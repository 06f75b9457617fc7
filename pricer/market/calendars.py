"""Business days, tenors and year fractions by name.

Every rule comes from QuantLib; this module only gives it the names used in the input and
speaks :class:`datetime.date`. QuantLib's global evaluation date is never read or set.
"""

from __future__ import annotations

import re
from collections.abc import Callable, Mapping
from datetime import date
from functools import cache, lru_cache
from types import MappingProxyType
from typing import Any

import QuantLib as ql  # noqa: N813 - the short name of QuantLib's own examples

#: Calendars by name. Country names are the days on which banks settle ("US" follows the
#: Federal Reserve's wire); exchange names are the days on which the exchange trades.
#: Moon-dependent holidays of HK, SG and KR are known to QuantLib only some years ahead.
CALENDARS: Mapping[str, Callable[[], Any]] = MappingProxyType(
    {
        "NONE": ql.NullCalendar,
        "WEEKENDS": ql.WeekendsOnly,
        "TARGET": ql.TARGET,
        "US": lambda: ql.UnitedStates(ql.UnitedStates.FederalReserve),
        "UK": lambda: ql.UnitedKingdom(ql.UnitedKingdom.Settlement),
        "JP": ql.Japan,
        "CH": ql.Switzerland,
        "SE": ql.Sweden,
        "NO": ql.Norway,
        "DK": ql.Denmark,
        "CA": lambda: ql.Canada(ql.Canada.Settlement),
        "AU": lambda: ql.Australia(ql.Australia.Settlement),
        "NZ": ql.NewZealand,
        "HK": ql.HongKong,
        "SG": ql.Singapore,
        "KR": lambda: ql.SouthKorea(ql.SouthKorea.Settlement),
        "PL": ql.Poland,
        "CZ": ql.CzechRepublic,
        "HU": ql.Hungary,
        "ZA": ql.SouthAfrica,
        "MX": ql.Mexico,
        "BR": lambda: ql.Brazil(ql.Brazil.Settlement),
        "NYSE": lambda: ql.UnitedStates(ql.UnitedStates.NYSE),
        "LSE": lambda: ql.UnitedKingdom(ql.UnitedKingdom.Exchange),
        "XETRA": lambda: ql.Germany(ql.Germany.Xetra),
        "EUREX": lambda: ql.Germany(ql.Germany.Eurex),
        "PARIS": lambda: ql.France(ql.France.Exchange),
        "MILAN": lambda: ql.Italy(ql.Italy.Exchange),
        "TSX": lambda: ql.Canada(ql.Canada.TSX),
        "ASX": lambda: ql.Australia(ql.Australia.ASX),
    }
)

#: The settlement calendar of each currency.
CURRENCY_CALENDARS: Mapping[str, str] = MappingProxyType(
    {
        "EUR": "TARGET",
        "USD": "US",
        "GBP": "UK",
        "JPY": "JP",
        "CHF": "CH",
        "SEK": "SE",
        "NOK": "NO",
        "DKK": "DK",
        "CAD": "CA",
        "AUD": "AU",
        "NZD": "NZ",
        "HKD": "HK",
        "SGD": "SG",
        "KRW": "KR",
        "PLN": "PL",
        "CZK": "CZ",
        "HUF": "HU",
        "ZAR": "ZA",
        "MXN": "MX",
        "BRL": "BR",
    }
)

#: Day counts by name: "30/360" is the bond basis, "ACT/ACT" the one that splits at year ends (ISDA 2006, 4.16).
DAY_COUNTS: Mapping[str, Callable[[], Any]] = MappingProxyType(
    {
        "ACT/365F": ql.Actual365Fixed,
        "ACT/360": ql.Actual360,
        "30/360": lambda: ql.Thirty360(ql.Thirty360.BondBasis),
        "ACT/ACT": lambda: ql.ActualActual(ql.ActualActual.ISDA),
    }
)

#: The calendars' first and last day.
FIRST_DAY, LAST_DAY = date(1901, 1, 1), date(2199, 12, 31)

#: Roll conventions by name.
CONVENTIONS = MappingProxyType[str, int](
    {
        "following": ql.Following,
        "modified following": ql.ModifiedFollowing,
        "preceding": ql.Preceding,
        "modified preceding": ql.ModifiedPreceding,
        "unadjusted": ql.Unadjusted,
    }
)

_UNITS = MappingProxyType({"D": ql.Days, "W": ql.Weeks, "M": ql.Months, "Y": ql.Years})
_TENOR = re.compile(r"(\d{1,4})\s*([DWMY])", re.IGNORECASE)


def is_calendar(name: str) -> bool:
    """Whether ``name`` is a calendar, or several joined with +."""
    return all(part.strip() in CALENDARS for part in name.split("+"))


def is_business_day(calendar: str, day: date) -> bool:
    """Whether ``day`` is a business day of ``calendar``; "TARGET+US" is one where both are open."""
    return bool(calendar_named(calendar).isBusinessDay(to_quantlib(day)))


def advance(calendar: str, day: date, business_days: int) -> date:
    """The day that lies ``business_days`` after ``day`` (before it, if negative).

    With 0, ``day`` itself or else the next business day.
    """
    return _advance(calendar, day, business_days, ql.Days, ql.Following)


def roll(calendar: str, day: date, convention: str = "following") -> date:
    """``day`` moved to a business day by a roll convention."""
    return from_quantlib(calendar_named(calendar).adjust(to_quantlib(day), convention_named(convention)))


def add_tenor(calendar: str, day: date, tenor: str, convention: str = "modified following") -> date:
    """The end of a tenor ("2D", "1W", "3M", "10Y") that starts on ``day``.

    Days are business days; weeks, months and years are calendar time, rolled at the end.
    Raises ValueError for a tenor that cannot be read.
    """
    return _advance(calendar, day, *_length_and_unit(tenor), convention_named(convention))


def currency_calendar(currency: str) -> str:
    """The name of the calendar on which payments in ``currency`` settle, if none is given.

    Raises ValueError for a currency without one (see :data:`CURRENCY_CALENDARS`).
    """
    try:
        return CURRENCY_CALENDARS[currency]
    except KeyError:
        raise ValueError(f'no settlement calendar is known for currency "{currency}": name a calendar') from None


def year_fraction(start: date, end: date, day_count: str = "ACT/365F") -> float:
    """Years from ``start`` to ``end``; negative if ``end`` comes first."""
    return float(day_counter(day_count).yearFraction(to_quantlib(start), to_quantlib(end)))


@lru_cache(maxsize=65_536)
def to_quantlib(day: date) -> Any:
    """``day`` as QuantLib's date; raises ValueError outside :data:`FIRST_DAY` to :data:`LAST_DAY`."""
    if not FIRST_DAY.year <= day.year <= LAST_DAY.year:
        raise ValueError(f"{day} lies outside {FIRST_DAY} to {LAST_DAY}")
    return ql.Date(day.day, day.month, day.year)


def from_quantlib(day: Any) -> date:
    """QuantLib's date as a plain one."""
    return date(day.year(), day.month(), day.dayOfMonth())


def to_period(tenor: str) -> Any:
    """A tenor ("2D", "1W", "3M", "10Y") as QuantLib's period; raises ValueError for one that cannot be read."""
    return ql.Period(*_length_and_unit(tenor))


def _length_and_unit(tenor: str) -> tuple[int, int]:
    match = _TENOR.fullmatch(tenor.strip())
    if match is None:
        raise ValueError(
            f'"{tenor}" is not a tenor: write a whole number and D, W, M or Y for days, weeks, months or years, e.g. 3M'
        )
    return int(match[1]), _UNITS[match[2].upper()]


def _advance(calendar: str, day: date, length: int, unit: int, convention: int) -> date:
    try:
        return from_quantlib(calendar_named(calendar).advance(to_quantlib(day), length, unit, convention))
    except RuntimeError as error:  # QuantLib's word for leaving its range of years
        raise ValueError(f"that far from {day} lies outside {FIRST_DAY} to {LAST_DAY}") from error


@cache
def calendar_named(name: str) -> Any:
    """QuantLib's calendar of that name, or the joint one of several (see :data:`CALENDARS`)."""
    if not is_calendar(name):
        raise ValueError(f'"{name}" is not a calendar; known are {", ".join(CALENDARS)}, also joined: TARGET+US')
    calendars = [CALENDARS[part.strip()]() for part in name.split("+")]
    return calendars[0] if len(calendars) == 1 else ql.JointCalendar(ql.CalendarVector(calendars))


@cache
def day_counter(name: str) -> Any:
    """QuantLib's day counter of that name (see :data:`DAY_COUNTS`)."""
    if name not in DAY_COUNTS:
        raise ValueError(f'"{name}" is not a day count; known are {", ".join(DAY_COUNTS)}')
    return DAY_COUNTS[name]()


def convention_named(name: str) -> int:
    """QuantLib's roll convention of that name (see :data:`CONVENTIONS`)."""
    if name not in CONVENTIONS:
        raise ValueError(f'"{name}" is not a roll convention; known are {", ".join(CONVENTIONS)}')
    return CONVENTIONS[name]
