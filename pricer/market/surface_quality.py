"""Gates over one volatility surface: contradictions, misses, and whether it may be used at all."""

from __future__ import annotations

import math
from collections.abc import Iterator, Sequence

from pricer.core.issues import Issue
from pricer.core.source import Place
from pricer.market.arbitrage import ArbitrageKind, Violation
from pricer.market.checked_surface import WORST_CONTRADICTION, CheckedSurface
from pricer.market.findings import Locate, error, nowhere, percent, warning
from pricer.market.volatility_quality import quote_place

#: Quotes between 10 and 90 delta that are missed by more than this volatility (0.05 vol points) are reported.
VISIBLE_MISS = 5e-4
#: Violations told one by one; of the rest only the number is given.
MOST_VIOLATIONS = 10


def surface_gates(surface: CheckedSurface, place: Locate = nowhere) -> tuple[Issue, ...]:
    """Warnings about the quotes and the fit of ``surface``, and one error if it fails.

    ``place`` gives the cell of "volatility:UNDERLYING:EXPIRY:STRIKE" or, for the first quote of an expiry (a date
    like 2027-05-31), "volatility:UNDERLYING:EXPIRY", or None.
    """
    name = surface.underlying_id

    def at(violation: Violation) -> Place | None:
        return _nearest_cell(surface, violation, place)

    ordered = sorted(surface.violations, key=lambda violation: -violation.size)
    issues = [_violation(name, violation, at(violation)) for violation in ordered[:MOST_VIOLATIONS]]
    if len(ordered) > MOST_VIOLATIONS:
        issues.append(_rest(name, ordered[MOST_VIOLATIONS:], at(ordered[MOST_VIOLATIONS])))
    issues.extend(_misses(surface, place))
    if not surface.passes:
        issues.append(_failure(surface, _worst_cell(surface, ordered, place)))
    return tuple(issues)


def _nearest_cell(surface: CheckedSurface, violation: Violation, place: Locate) -> Place | None:
    """The quote of the violation's (earlier) expiry next to its strike."""
    own = [fit for fit in surface.quotes if fit.expiry_date == violation.expiry_date]
    if not own:
        return place(f"volatility:{surface.underlying_id}:{violation.expiry_date}")
    nearest = min(own, key=lambda fit: abs(math.log(fit.relative_strike) - violation.log_moneyness))
    return quote_place(surface.underlying_id, nearest, place)


def _worst_cell(surface: CheckedSurface, ordered: Sequence[Violation], place: Locate) -> Place | None:
    """The quote that the first of the surface's failures is about."""
    for grave in (
        [v for v in ordered if v.quoted and v.size > WORST_CONTRADICTION],
        [v for v in ordered if not v.quoted],
    ):
        if grave:
            return _nearest_cell(surface, grave[0], place)
    middle = [fit for fit in surface.quotes if fit.in_the_middle] or list(surface.quotes)
    return quote_place(surface.underlying_id, max(middle, key=lambda fit: abs(fit.error)), place)


def _violation(name: str, violation: Violation, here: Place | None) -> Issue:
    days = f"{violation.expiry_date}"
    if violation.later_date is not None:
        days = f"{violation.expiry_date} and {violation.later_date}"
    whose = "the quotes" if violation.quoted else "the fitted surface"
    strike = percent(math.exp(violation.log_moneyness), 1)
    calendar = violation.kind is ArbitrageKind.CALENDAR
    size = f"of {_points(violation.size)}" if violation.quoted or calendar else f"(g = {-violation.size:.3g})"
    if not violation.quoted:
        mend = "The quotes around it admit no better surface; review them."
    elif calendar:
        mend = f"Raise the volatility of {violation.later_date} there by {_points(violation.size)}, or lower the other."
    else:
        mend = f"Lower the volatility at this strike by {_points(violation.size)}, or raise its neighbours."
    return warning(
        here,
        "calendar-arbitrage" if calendar else "butterfly-arbitrage",
        f"{violation.kind} arbitrage {size} in {whose} of {name} for {days}, at strike {strike} of the forward",
        "total variance that does not fall in time" if calendar else "option prices that are convex in strike",
        mend,
    )


def _rest(name: str, rest: Sequence[Violation], here: Place | None) -> Issue:
    return warning(
        here,
        "more-arbitrage",
        f"{len(rest)} more violations of {name}, none larger than those named",
        "a surface without arbitrage",
        "Correct the larger ones first; they often cause the others.",
    )


def _misses(surface: CheckedSurface, place: Locate) -> Iterator[Issue]:
    missed = [fit for fit in surface.quotes if fit.in_the_middle and abs(fit.error) > VISIBLE_MISS]
    if not missed:
        return
    worst = max(missed, key=lambda fit: abs(fit.error))
    others = f", and {len(missed) - 1} more of its quotes by less" if len(missed) > 1 else ""
    yield warning(
        quote_place(surface.underlying_id, worst, place),
        "volatility-miss",
        f"a surface of {surface.underlying_id} that misses the quote of {worst.expiry_date} at strike "
        f"{worst.strike:.6g} ({percent(worst.relative_strike, 1)} of the forward) by {_points(abs(worst.error))}: "
        f"{percent(worst.fitted_volatility, 2)} for {percent(worst.quoted_volatility, 2)}{others}",
        f"quotes between 10 and 90 delta met within {_points(VISIBLE_MISS)}",
        "Check these quotes and their neighbours: no surface free of arbitrage and smooth in strike meets them.",
    )


def _failure(surface: CheckedSurface, here: Place | None) -> Issue:
    return error(
        here,
        "failing-surface",
        f"a volatility surface of {surface.underlying_id} that fails its checks: {'; '.join(surface.failures)}",
        "quotes that a surface free of arbitrage meets",
        "Correct the quotes of this underlying, or run with --accept-failing-surfaces: trades on it are then priced "
        "and marked.",
    )


def _points(size: float) -> str:
    return f"{100.0 * size:.2f} vol points"
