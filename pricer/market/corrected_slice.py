"""A smile that no SVI slice meets: one, and on it a smooth correction that ends where the quotes do."""

from __future__ import annotations

from dataclasses import dataclass, field

import numpy as np
from numpy.typing import ArrayLike, NDArray

from pricer.market.svi import SviSlice, butterfly

Array = NDArray[np.float64]


@dataclass(frozen=True, slots=True, eq=False)
class CorrectedSlice:
    """Total variance ``base(k) + h(k)``, h a cubic spline on even knots with two continuous derivatives.

    h is the sum of ``coefficients`` (m,) times B-splines, the j-th of which reaches over the four cells from
    ``start + j width`` on (de Boor 1978). It vanishes outside these, so the wings are those of ``base``.
    """

    base: SviSlice
    start: float
    width: float
    coefficients: Array
    _cells: Array = field(init=False, repr=False)

    def __post_init__(self) -> None:
        if not (self.width > 0.0 and self.coefficients.ndim == 1 and np.all(np.isfinite(self.coefficients))):
            raise ValueError("a correction needs a width above 0 and a row of finite coefficients")
        object.__setattr__(self, "_cells", cubics(self.coefficients))

    @property
    def cells(self) -> Array:
        """The spline as polynomials of the place within a cell, (m + 5, 4) from constant to cubic.

        The first and the last are 0 and stand for everything to the left of ``start`` and beyond the last cell.
        """
        return self._cells

    @property
    def end(self) -> float:
        """Where the correction ends on the right; on the left it ends at ``start``."""
        return self.start + (self.coefficients.size + 3) * self.width

    @property
    def wings(self) -> tuple[float, float]:
        """As :attr:`SviSlice.wings`."""
        return self.base.wings

    def total_variance(self, k: ArrayLike) -> Array:
        """Total variance at log-moneyness ``k``, any shape."""
        return self.derivatives(k)[0]

    def derivatives(self, k: ArrayLike) -> tuple[Array, Array, Array]:
        """Total variance and its first and second derivative in k, each of the shape of ``k``."""
        k = np.asarray(k, dtype=float)
        z = (k - self.start) / self.width
        cell = np.clip(np.floor(z), -1.0, self._cells.shape[0] - 2.0)
        p = self._cells[cell.astype(np.intp) + 1]
        value, first, second = cubic_derivatives(z - cell, p[..., 0], p[..., 1], p[..., 2], p[..., 3])
        w, slope, curvature = self.base.derivatives(k)
        return w + value, slope + first / self.width, curvature + second / self.width**2

    def butterfly(self, k: ArrayLike) -> Array:
        """The function g of :func:`svi.butterfly` at ``k``."""
        return butterfly(k, *self.derivatives(k))


#: One expiry's smile of either kind.
Slice = SviSlice | CorrectedSlice


def base_of(smile: Slice) -> SviSlice:
    """The SVI slice behind either kind."""
    return smile.base if isinstance(smile, CorrectedSlice) else smile


def cubics(coefficients: Array) -> Array:
    """:attr:`CorrectedSlice.cells` of B-spline coefficients (m,) or of several splines' (m, s): (m + 5, ..., 4)."""
    padded = np.pad(coefficients, [(4, 4)] + [(0, 0)] * (coefficients.ndim - 1))
    a, b, c, d = padded[:-3], padded[1:-2], padded[2:-1], padded[3:]
    out: Array = np.stack([(a + 4.0 * b + c) / 6.0, 0.5 * (c - a), 0.5 * (a - 2.0 * b + c), (d - a) / 6.0], axis=-1)
    out[..., 3] += 0.5 * (b - c)
    return out


def cubic_derivatives(u: Array, p: Array, q: Array, r: Array, s: Array) -> tuple[Array, Array, Array]:
    """``p + q u + r u^2 + s u^3`` and its two derivatives in u."""
    return p + u * (q + u * (r + u * s)), q + u * (2.0 * r + 3.0 * u * s), 2.0 * r + 6.0 * u * s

▬▬▬

Taking the records above, retype every line from the one with "business_days, ql.Days, ql.Following)" down to the one with "that starts on", exactly and with nothing else.

    return _advance(calendar, day, business_days, ql.Days, ql.Following)


def roll(calendar: str, day: date, convention: str = "following") -> date:
    """``day`` moved to a business day by a roll convention."""
    return from_quantlib(calendar_named(calendar).adjust(to_quantlib(day), convention_named(convention)))


def add_tenor(calendar: str, day: date, tenor: str, convention: str = "modified following") -> date:
    """The end of a tenor ("2D", "1W", "3M", "10Y") that starts on ``day``.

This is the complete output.